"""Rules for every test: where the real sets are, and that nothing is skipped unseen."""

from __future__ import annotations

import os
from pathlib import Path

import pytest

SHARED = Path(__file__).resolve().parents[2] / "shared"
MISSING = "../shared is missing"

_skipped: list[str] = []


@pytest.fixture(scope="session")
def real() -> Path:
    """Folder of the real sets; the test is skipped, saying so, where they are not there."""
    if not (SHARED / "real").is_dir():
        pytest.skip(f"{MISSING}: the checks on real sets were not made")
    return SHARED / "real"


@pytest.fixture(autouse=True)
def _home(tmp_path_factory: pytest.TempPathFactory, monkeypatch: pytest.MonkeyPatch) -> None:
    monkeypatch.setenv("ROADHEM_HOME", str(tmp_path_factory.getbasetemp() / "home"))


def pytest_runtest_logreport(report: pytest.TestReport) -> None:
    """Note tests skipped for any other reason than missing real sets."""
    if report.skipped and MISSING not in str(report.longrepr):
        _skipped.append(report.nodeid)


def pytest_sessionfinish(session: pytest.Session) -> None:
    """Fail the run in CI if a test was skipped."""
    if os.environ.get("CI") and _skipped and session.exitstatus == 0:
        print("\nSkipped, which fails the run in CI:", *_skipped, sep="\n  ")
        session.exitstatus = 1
■ ■ ■ ■
Task objective
Lines holding the string "import" in the records above must be counted; give the number alone.

Answer box
4